A Structural-based Interpretation of the Strouhal-Reynolds Number Relationship

We propose a new Strouhal-Reynolds number relationship for shedding of vortices from circular cylinders. This new relationship is motivated by the observations that (i) for a fixed mean velocity U, the vortex street travels at a constant velocity v$_{st}$=cU independent of the rod diameter D, and (ii) the spatial periodicity \textit{$\lambda $} of the street is linearly proportional to D with $\lambda =\lambda _{0}+\alpha $D, where c, $\lambda _{0}$ and $\alpha $ are constants. It follows that the non-dimensional frequency or the Strouhal number St(=fD/U) should scale with the Reynolds number Re as St=1/(A+B/Re), where A and B are functions of $\lambda _{0}$, $\alpha $, and c. For the laminar wake, our result outperforms the classical relation, proposed by Lord Rayleigh, while it is comparable to other postulated relations in terms of accuracy in fitting experimental data.

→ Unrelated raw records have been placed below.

def _beta_shape(mean_pct: float, sd_pct: float) -> tuple[float, float]:
    # Beta by its first two moments: mean m, variance s^2 = m(1-m)/(a+b+1) (common practice).
    m, s = mean_pct / 100.0, sd_pct / 100.0
    total = m * (1.0 - m) / (s * s) - 1.0
    return m * total, (1.0 - m) * total


def _by_hour(value) -> list[float]:
    """24 values by local hour from a list of 24, or from one value for every hour."""
    if isinstance(value, (int, float)):
        return [float(value)] * 24
    values = [float(v) for v in value]
    assert len(values) == 24, values
    return values


def _pattern_law(pattern) -> tuple[list[list[float]], list[list[float]]]:
    """A signal's or the settled state's (p, d) as [weekday, weekend][local hour]; d in s.

    A ``weekend`` key missing (or the whole ``weekend``): the weekday value.
    """
    p_week, d_week = _by_hour(pattern.hourly), _by_hour(pattern.mean_on)
    weekend = pattern.weekend
    p_end = p_week if weekend is None or weekend.hourly is None else _by_hour(weekend.hourly)
    d_end = d_week if weekend is None or weekend.mean_on is None else _by_hour(weekend.mean_on)
    return [p_week, p_end], [d_week, d_end]
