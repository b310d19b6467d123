"""The figure of a run of several workloads: which groups of devices each workload's reports came from."""

from __future__ import annotations

import math
from collections.abc import Sequence

import numpy as np
from matplotlib.patches import Patch

from ..style import COLOURS, figure, short, svg_of
from .common import bars_h

__all__ = ["competition"]

_PER_ROW = 3
"""Workload panels side by side before the figure starts another row."""


def competition(title: str, names: Sequence[str], fleet: np.ndarray, reports: Sequence[tuple[str, np.ndarray]],
                prefix: str) -> str:
    """One panel per workload (name, each group's share of its reports) beside each group's fleet share."""
    n = len(reports)
    per_row = min(n, _PER_ROW)
    rows = math.ceil(n / per_row)
    top = max([float(np.nanmax(fleet)) if len(fleet) else 0.0]
              + [float(np.nanmax(s)) if np.isfinite(s).any() else 0.0 for _, s in reports])
    with figure(rows * (0.42 * len(names) + 0.8) + 0.5) as fig:
        axes = fig.subplots(rows, per_row, sharey=True, squeeze=False).ravel()
        for i, (ax, (workload, share)) in enumerate(zip(axes, reports, strict=False)):
            y = bars_h(ax, names)
            ax.barh(y - 0.2, fleet, height=0.38, color=COLOURS["fleet"], linewidth=0)
            ax.barh(y + 0.2, np.nan_to_num(share), height=0.38, color=COLOURS["committed"], linewidth=0)
            ax.set_title(short(workload, 28))
            ax.set_xlim(0, max(top * 1.1, 1e-9))
            ax.xaxis.set_major_formatter(lambda v, _: f"{v:.0%}")
            if i % per_row:
                ax.tick_params(axis="y", length=0, labelleft=False)
        for ax in axes[n:]:
            ax.set_visible(False)
        fig.legend(handles=[Patch(color=COLOURS["fleet"], label=f"share of the fleet (by {title})"),
                            Patch(color=COLOURS["committed"], label="share of the workload's reports")],
                   loc="outside upper left", ncols=2)
        return svg_of(fig, prefix)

More significantly it describes remarkably well the two-dimensional (2D) film experiments over a broad range of Re (10$<$Re$<$3,000), where vortex shedding is unaffected by 3D instabilities encountered in all 3D measurements. We note that while the new relation converges to the classical result in the limit of a large Re, the 1/Re expansion, required for such a convergence, is not in general valid as originally proposed by Rayleigh.